Within the entries that follow, show each line where the word "LinkedHashMap" occurs.

(Provided material begins)

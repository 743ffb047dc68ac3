package org.saddlebook.reaction.api;

import java.util.Objects;
import org.saddlebook.api.problem.Place;
import org.saddlebook.api.problem.Problem;

/**
 * A text is not a formula or equation that can be used. Carries what a {@link Problem} needs, except the file, which only
 * the caller knows.
 */
public final class ReactionException extends Exception {
    private static final long serialVersionUID = 1L;

    private final String code;
    private final String found;
    private final String expected;
    private final String remedy;
    private final int character;

    /**
     * The parts of the problem.
     *
     * @param code stable identifier in lower case with hyphens
     * @param found what is there, quoted as read
     * @param expected what should be there
     * @param remedy what to do about it, one sentence
     * @param character where in the text it begins, from 1
     */
    public ReactionException(String code, String found, String expected, String remedy, int character) {
        super(found + " (character " + character + "); expected " + expected + "; " + remedy, null, false, false);
        this.code = Objects.requireNonNull(code, "code");
        this.found = Objects.requireNonNull(found, "found");
        this.expected = Objects.requireNonNull(expected, "expected");
        this.remedy = Objects.requireNonNull(remedy, "remedy");
        this.character = character;
    }

    /** Stable identifier in lower case with hyphens, for example {@code unknown-element}. */
    public String code() {
        return code;
    }

    /** What is there, quoted as read. */
    public String found() {
        return found;
    }

    /** What should be there. */
    public String expected() {
        return expected;
    }

    /** What to do about it, one sentence. */
    public String remedy() {
        return remedy;
    }

    /** Where in the text it begins, from 1. */
    public int character() {
        return character;
    }

    /** The problem in a file or argument; the character within the text becomes part of what was found. */
    public Problem at(Place place) {
        return new Problem(code, place, found + " (character " + character + ")", expected, remedy);
    }
}
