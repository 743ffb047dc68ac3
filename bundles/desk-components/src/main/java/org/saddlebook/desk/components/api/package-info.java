/**
 * What panels of the desk are made of: figures that answer to mouse and keyboard, tables that go on into spreadsheets,
 * trees of findings, pages that run downward, strips of marks on the temperature rail. Panels get the components with
 * services inside from {@link org.saddlebook.desk.components.api.DeskComponents}; the others are made with {@code new}.
 * Everything has an accessible name and lives on the event thread. Nothing here computes.
 */
@Export
@Version("1.0.0")
package org.saddlebook.desk.components.api;

import org.osgi.annotation.bundle.Export;
import org.osgi.annotation.versioning.Version;
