package org.saddlebook.desk.components.api;

import java.util.Collection;
import java.util.LinkedHashMap;
import java.util.List;
import java.util.Map;

/** Numbers of cautions: the place in the findings' own list, so that screen, report and pictures say the same number. */
public final class CautionNumbers {
    private final Map<String, Integer> numbers = new LinkedHashMap<>();

    /**
     * Numbers from 1.
     *
     * @param ids ids of every caution of the findings, in order
     */
    public CautionNumbers(Collection<String> ids) {
        for (String id : ids) {
            numbers.putIfAbsent(id, numbers.size() + 1);
        }
    }

    /** The number of a caution; 0 for one that is not in the list. */
    public int of(String id) {
        return numbers.getOrDefault(id, 0);
    }

    /** {@code " [1,4]"}, or nothing for no caution. */
    public String marks(List<String> ids) {
        StringBuilder text = new StringBuilder();
        for (String id : ids) {
            text.append(text.length() == 0 ? " [" : ",").append(numbers.containsKey(id) ? of(id) : id);
        }
        return text.length() == 0 ? "" : text.append(']').toString();
    }
}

(Provided material ends)

[Task output]:
import java.util.LinkedHashMap;
    private final Map<String, Integer> numbers = new LinkedHashMap<>();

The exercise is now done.